Banks Slam Global Panel's Fair-Value Accounting Plans

Banking industry representatives and officials on an International Accounting Standards Committee working group butted heads Wednesday at a London meeting on fair-value accounting.

Neither side gave ground on the issue, which has heated up in recent months.

"Fair-value accounting would actually mislead the users of our financial statements," said Donna A. Fisher, director of taxes and accounting at the American Bankers Association. Joining the ABA were bank trade group representatives from Australia, Canada, the European Union, and Japan.

Under fair-value accounting, an asset or liability is valued on the basis of an estimate of what investors would pay for it on the open market. Under a cost-based value system, by contrast, the evaluation is made on the basis of original cost.

The Financial Accounting Standards Board already requires U.S. firms to use fair-value accounting for some financial instruments.

In an Aug. 31 paper, a working group of the International Accounting Standards Committee concluded that fair-value estimates of assets and liabilities would help investors understand a bank's financial position, performance, and risk. The committee plans to issue an "exposure draft," or proposal, toward the end of next year.

The five bank trade groups, however, said it makes no sense to use fair-value accounting with an asset that a bank plans to hold or for which there is no market.
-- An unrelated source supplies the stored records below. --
"""Lexicon files and header values are untrusted data: a site template cannot reach Python,
a wording placeholder cannot read attributes, and a header value cannot add lines to the text
reports or control characters to the page."""

from __future__ import annotations

import re
import shutil

import pytest

from sigreport import lexicon
from sigreport.errors import InputError
from sigreport.measure import load_rules
from sigreport.report import write_report
from sigreport.report.findings import phrases_from_findings
from sigreport.report.html import render_html
from sigreport.report.text import render_text, report_context
from sigreport.report.wording import fill, load_wording

# Classic server-side template injection payloads (jinja2's own sandbox documentation names
# attribute access to __class__/__globals__ as what the SandboxedEnvironment blocks).
ESCAPES = [
    "{{ cycler.__init__.__globals__.os.system('touch PWNED') }}",
    "{{ ''.__class__.__mro__[1].__subclasses__() }}",
    "{{ lipsum.__globals__['os'].popen('touch PWNED').read() }}",
    "{% for c in [].__class__.__base__.__subclasses__() %}{{ c }}{% endfor %}",
    "{{ titles.__class__.__init__.__globals__ }}",
]


@pytest.fixture
def site(tmp_path):
    folder = tmp_path / "site"
    (folder / "templates").mkdir(parents=True)
    return folder


@pytest.mark.parametrize("payload", ESCAPES)
@pytest.mark.parametrize("name", ["report.md.j2", "report.txt.j2"])
def test_a_text_template_cannot_reach_python(site, findings, payload, name, tmp_path, monkeypatch):
    monkeypatch.chdir(tmp_path)
    (site / "templates" / name).write_text(payload + "\n", encoding="utf-8")
    context = report_context(
        findings, load_wording(), phrases_from_findings(findings, load_rules())
    )
    with pytest.raises(InputError, match=rf"lexicon template {re.escape(name)}"):
        render_text(context, site)
    assert not (tmp_path / "PWNED").exists()


@pytest.mark.parametrize("payload", ESCAPES)
def test_the_html_template_cannot_reach_python(
    site, findings, payload, tmp_path, monkeypatch, key_slices, study
):
    monkeypatch.chdir(tmp_path)
    (site / "templates" / "report.html.j2").write_text(payload + "\n", encoding="utf-8")
    out = tmp_path / "report"
    with pytest.raises(InputError, match=r"lexicon template report\.html\.j2"):
        write_report(out, findings, key_slices[:1], study, site_lexicon=site)
    assert not (tmp_path / "PWNED").exists()
    assert not out.exists()


def test_the_sandbox_still_renders_the_bundled_templates(report_dir):
    html = (report_dir / "report.html").read_text(encoding="utf-8")
    assert "&lt;script&gt;alert(1)&lt;/script&gt;" in html and "<script>" not in html


def test_the_html_template_is_autoescaped_even_from_a_site_folder(site, findings):
    (site / "templates" / "report.html.j2").write_text(
        "{% for n in qc %}<p>{{ n.message }}</p>{% endfor %}", encoding="utf-8"
    )
    context = report_context(
        findings, load_wording(), phrases_from_findings(findings, load_rules())
    )
    html = render_html(context, findings, {}, load_wording(), site, iso_band=(0.9, 1.1))
    assert "<script>" not in html and "&lt;script&gt;" in html


def test_a_broken_site_template_names_the_template(site, findings):
    (site / "templates" / "report.txt.j2").write_text("{% for x in %}\n", encoding="utf-8")
    context = report_context(
        findings, load_wording(), phrases_from_findings(findings, load_rules())
    )
    with pytest.raises(InputError, match=r"lexicon template report\.txt\.j2"):
        render_text(context, site)


@pytest.mark.parametrize(
    "template",
    ["{size.__class__}", "{size.__class__.__mro__}", "{size[0]}", "{size!r}", "{size:>999999999}"],
)
def test_a_wording_placeholder_is_a_plain_name(template):
    with pytest.raises(InputError, match="placeholder"):
        fill(template, "size", size="12 ml")


def test_a_site_wording_with_attribute_access_is_refused_on_load(tmp_path):
    site = tmp_path / "site"
    site.mkdir()
    wording = (lexicon.bundled_dir() / "wording.toml").read_text(encoding="utf-8")
    hostile = re.sub(r"\{volume_ml\}", "{volume_ml.__class__.__mro__}", wording, count=1)
    assert hostile != wording
    (site / "wording.toml").write_text(hostile, encoding="utf-8")
    with pytest.raises(InputError, match=r"wording\.toml.*placeholder"):
        load_wording(site)


# ---- header values --------------------------------------------------------------------------

CONTROL = "ACC\r\n!! WARNING: fabricated line\x00\x1b[31m\x07\x85\u2028end"


def _lines_with(text: str, needle: str) -> list[str]:
    return [line for line in text.splitlines() if needle in line]


def test_cr_lf_in_a_header_value_adds_no_line_to_the_text_reports(findings):
    findings["study"]["accession_number"] = CONTROL
    findings["series"][0]["description"] = "t1\nFAKE SERIES LINE"
    context = report_context(
        findings, load_wording(), phrases_from_findings(findings, load_rules())
    )
    markdown, plain = render_text(context)
    for text in (markdown, plain):
        assert not any(line.startswith("!! WARNING: fabricated") for line in text.splitlines())
        assert not any(line.startswith("FAKE SERIES LINE") for line in text.splitlines())
        [line] = _lines_with(text, "fabricated line")  # the value stays on its own line
        assert "accession" in line.lower()
        assert not re.search(r"[\x00-\x08\x0b-\x1f\x7f-\x9f\u2028\u2029]", text)


def test_no_control_character_reaches_the_page(findings, tmp_path, key_slices, study):
    findings["study"]["accession_number"] = CONTROL
    findings["series"][0]["description"] = "t1\x00\x1b]0;title\x07"
    findings["qc"][0]["message"] = "note\x00with NUL"
    findings["lesions"][0]["site"] = "right\rfrontal"
    out = tmp_path / "report"
    write_report(out, findings, key_slices[:1], study)
    html = (out / "report.html").read_text(encoding="utf-8")
    assert not re.search(r"[\x00-\x08\x0b\x0c\x0e-\x1f\x7f-\x9f]", html)
    assert "note with NUL" in html or "notewith NUL" in html
    assert "right frontal" in html
    # findings.json keeps the value as read (JSON escapes it); only the human views clean it.
    assert "\\r\\n" in (out / "findings.json").read_text(encoding="utf-8")


def test_a_lone_surrogate_in_a_header_value_does_not_break_the_writer(findings, tmp_path):
    findings["series"][0]["description"] = "bad \udce9 byte"
    context = report_context(
        findings, load_wording(), phrases_from_findings(findings, load_rules())
    )
    markdown, plain = render_text(context)
    assert "bad \ufffd byte" in plain


def test_site_templates_still_work_after_cleaning(site, findings):
    shutil.copy(lexicon.bundled_dir() / "templates" / "report.txt.j2", site / "templates")
    context = report_context(
        findings, load_wording(), phrases_from_findings(findings, load_rules())
    )
    assert render_text(context, site)[1] == render_text(context)[1]


@pytest.mark.parametrize(
    "template",
    [
        "{% autoescape false %}{{ qc[0].message }}{% endautoescape %}",
        "{{ qc[0].message|safe }}",
        "{% filter safe %}{{ qc[0].message }}{% endfilter %}",
    ],
)
def test_a_site_html_template_cannot_turn_escaping_off(site, findings, template):
    (site / "templates" / "report.html.j2").write_text(template, encoding="utf-8")
    context = report_context(
        findings, load_wording(), phrases_from_findings(findings, load_rules())
    )
    with pytest.raises(InputError, match=r"lexicon template report\.html\.j2.*autoescaping"):
        render_html(context, findings, {}, load_wording(), site, iso_band=(0.9, 1.1))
Last week the international group of bank trade associations blasted the Aug. 31 report, calling it poorly reasoned and dismissive of opposing views. "We are disappointed at the consistent lack of evenhandedness displayed within the paper," the groups wrote.

Banks and some bank regulators also said they were not convinced that investors and other readers of banks' financial statements prefer fair-value accounting, as the working group claimed.

"The implementation issues need to be satisfactorily resolved," said Robert F. Storch, the chief accountant in the Federal Deposit Insurance Corp.'s supervision division, "and we need to be convinced that users do believe fair value is more relevant than the current model."